* _PROMPT_
Find the line with "from datetime import datetime" and the line with "deadline = time.monotonic() + timeout_s" in the entries below; output exactly those two lines, every line between them, and no others.
━━━━━━━━━━━━━━━━━━━━━━━━━━━━━━
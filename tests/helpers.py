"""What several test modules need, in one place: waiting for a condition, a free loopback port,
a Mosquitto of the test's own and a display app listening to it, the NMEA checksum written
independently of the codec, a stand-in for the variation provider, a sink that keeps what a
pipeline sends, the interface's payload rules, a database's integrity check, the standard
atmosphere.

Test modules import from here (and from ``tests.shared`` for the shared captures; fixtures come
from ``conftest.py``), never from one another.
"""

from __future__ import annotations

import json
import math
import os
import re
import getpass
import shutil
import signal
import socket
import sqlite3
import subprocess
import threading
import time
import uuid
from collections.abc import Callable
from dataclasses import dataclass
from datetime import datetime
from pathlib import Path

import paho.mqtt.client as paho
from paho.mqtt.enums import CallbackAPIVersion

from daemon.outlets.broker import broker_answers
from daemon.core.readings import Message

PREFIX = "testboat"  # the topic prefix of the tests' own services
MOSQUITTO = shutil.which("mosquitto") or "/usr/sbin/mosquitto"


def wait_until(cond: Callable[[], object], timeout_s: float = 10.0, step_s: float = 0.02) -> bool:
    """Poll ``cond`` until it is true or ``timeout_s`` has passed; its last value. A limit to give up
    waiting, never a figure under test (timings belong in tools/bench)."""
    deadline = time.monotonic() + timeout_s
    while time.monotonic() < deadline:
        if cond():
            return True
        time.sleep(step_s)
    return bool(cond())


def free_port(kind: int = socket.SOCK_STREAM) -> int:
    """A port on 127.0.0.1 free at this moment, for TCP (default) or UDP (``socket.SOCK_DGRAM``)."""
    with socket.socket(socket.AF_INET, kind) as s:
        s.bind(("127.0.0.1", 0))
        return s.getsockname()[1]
━━━━━━━━━━━━━━━━━━━━━━━━━━━━━━
* _EXPECTED ANSWER_
from datetime import datetime
from pathlib import Path

import paho.mqtt.client as paho
from paho.mqtt.enums import CallbackAPIVersion

from daemon.outlets.broker import broker_answers
from daemon.core.readings import Message

PREFIX = "testboat"  # the topic prefix of the tests' own services
MOSQUITTO = shutil.which("mosquitto") or "/usr/sbin/mosquitto"


def wait_until(cond: Callable[[], object], timeout_s: float = 10.0, step_s: float = 0.02) -> bool:
    """Poll ``cond`` until it is true or ``timeout_s`` has passed; its last value. A limit to give up
    waiting, never a figure under test (timings belong in tools/bench)."""
    deadline = time.monotonic() + timeout_s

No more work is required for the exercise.